Things that are being considered:
In addition to being able to filter by Physics Scene, add an option to filter by Unity Scene.
Expose Rigidbody and Articulation Body velocity and acceleration accumulators. This could be employed to get an estimate of the total external force applied this frame
Let me know what you think, can’t wait to hear any feedback.
One of the things I saw requested way back when for this before you worked on it, was for visualisation of capsule and raycasts. In particular what gets people a bit confused are capsule casts, because the shape can be bigger than people expect.
People think it’s a bug when really they fail to visualise it properly and understand that beginning the cast inside an object will reject it. This will affect capsule cast the most (and swept shapes).
Good idea and I don’t think it would be difficult to implement. Thanks for the feedback!
Weird, I’m still unable to reproduce the issue after following your screenshot as closely as possible. If this is an issue that you can consistently reproduce, could you provide the repro steps? I’m really curious why this is not working for you.
Another bit of feedback: I would put the “Info” tab at the start or the end because it’s the only tab with passive information and a miscellaneous meaning (it sits badly nested among tabs that can be interacted with which have strong meaning) and because it’s likely the most commonly accessed tab now you’ve moved info from the RB component into another window, so you want to easily get to that Info.

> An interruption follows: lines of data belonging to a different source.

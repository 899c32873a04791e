import type { PointResult, StudyResults } from '#engine';
import { HARTREE_IN_WAVENUMBERS } from '../../engine/constants';
import { energyColumns } from './energy-columns';

/** A vibrational level as a figure draws it: a line across the well. */
export interface WellLevel {
  /** quantum number */
  readonly v: number;
  /** hartree, absolute */
  readonly energy: number;
  /** classical turning points, study unit; the end of the scan where the curve does not reach the level within it */
  readonly from: number;
  readonly to: number;
}

/**
 * The levels without rotation of a level's curve, from the lowest; none where none were found. Turning points are
 * those of the curve as figures draw it, straight from point to point, its minimum among them.
 */
export function wellLevels(
  { study, points, findings }: Pick<StudyResults, 'study' | 'points' | 'findings'>,
  level: string,
): readonly WellLevel[] {
  const { minimum, vibration } = findings[level] ?? {};
  if (minimum?.kind !== 'found' || vibration?.kind !== 'found') return [];
  const bottom = { x: minimum.equilibriumDistance, energy: minimum.energy };
  const curve = [...convergedPoints(study, points, level), bottom].sort((a, b) => a.x - b.x);
  const middle = curve.indexOf(bottom);
  const inwards = curve.slice(0, middle + 1).reverse();
  const outwards = curve.slice(middle);
  return vibration.levels.map(({ v, energyPerCm }) => {
    const energy = minimum.energy + energyPerCm / HARTREE_IN_WAVENUMBERS;
    return { v, energy, from: turningPoint(inwards, energy), to: turningPoint(outwards, energy) };
  });
}

interface CurvePoint {
  readonly x: number;
  readonly energy: number;
}

function convergedPoints(
  study: StudyResults['study'],
  points: readonly PointResult[],
  level: string,
): readonly CurvePoint[] {
  const column = energyColumns({ study, points }).find((one) => one.level === level && !one.isExcited);
  return points.flatMap((point) => {
    const entry = column?.entryAt(point);
    return entry?.converged && point.coordinate !== null
      ? [{ x: point.coordinate, energy: entry.energy }]
      : [];
  });
}

/** Where the curve first rises to the energy, going from its minimum; its end where it does not. */
function turningPoint(curve: readonly CurvePoint[], energy: number): number {
  const above = curve.findIndex((point) => point.energy >= energy);
  const high = curve[above];
  const low = curve[above - 1];
  if (!high || !low) return curve.at(-1)!.x;
  return low.x + ((high.x - low.x) * (energy - low.energy)) / (high.energy - low.energy);
}
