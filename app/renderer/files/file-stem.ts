/** A file name, without ending, that every system takes: from the title, or else from what else there is to say. */
export function fileStem(title: string, fallback: string): string {
  const plain = (text: string) =>
    text
      .normalize('NFKD')
      .toLowerCase()
      .replace(/[^a-z0-9+]+/g, '-')
      .replace(/^-+|-+$/g, '')
      .slice(0, 60);
  return plain(title) || plain(fallback) || 'study';
}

For a busy dev, that would be start or end - quickly and easily found / clicked with muscle memory.
The contact impulses are per-contact, or the overall value calculated by Unity?
Because currently only the overall value is exposed by Unity. A good and easy push in physics would be exposing the impulse per-contact, exactly as PhysX does (indeed, there’s no such overall value in PhysX).
Hi, this might be overdue but the per-contact impulses are now exposed and used in this build. This will also be included in the final product. Thanks for taking a look!
Just to refine on what Augustinas just said, per-point contact impulses is in a PR towards trunk now, expected to land sometime soon, and become available in a public alpha of 22.1. I can totally remember you asking about it since forever.
Unity Physx integration is fundamental to all the work we do, without it and these updates we’d have moved to Unreal because we really needed contact modification. Now there’s also better visualisations as well! Please don’t stop improving Unity’s built in Physics.
Can’t wait for what’s next. If it was me I’d definitely hire more to help out, seems like the team is small (and extremely hard working) for the amount of heavy lifting Physics does in Unity.
There is query visualization for check, overlap and cast query types, and the visualization can be filtered independently in the new “Query” tab. Here’s a gif of the visualization in action:
Also, the Info tab is now at the start of the row + some other minor fixes.
That would be the best way, of course. But to me, simply drawing the wireframe of the collider(s) at the start and at the end with a raycast line connecting the center of masses would suffice.
Indeed, and I feel the omission of swept shapes is an unfortunate one, even seeing it in the visualiser would encourage people to find out more about these useful functions.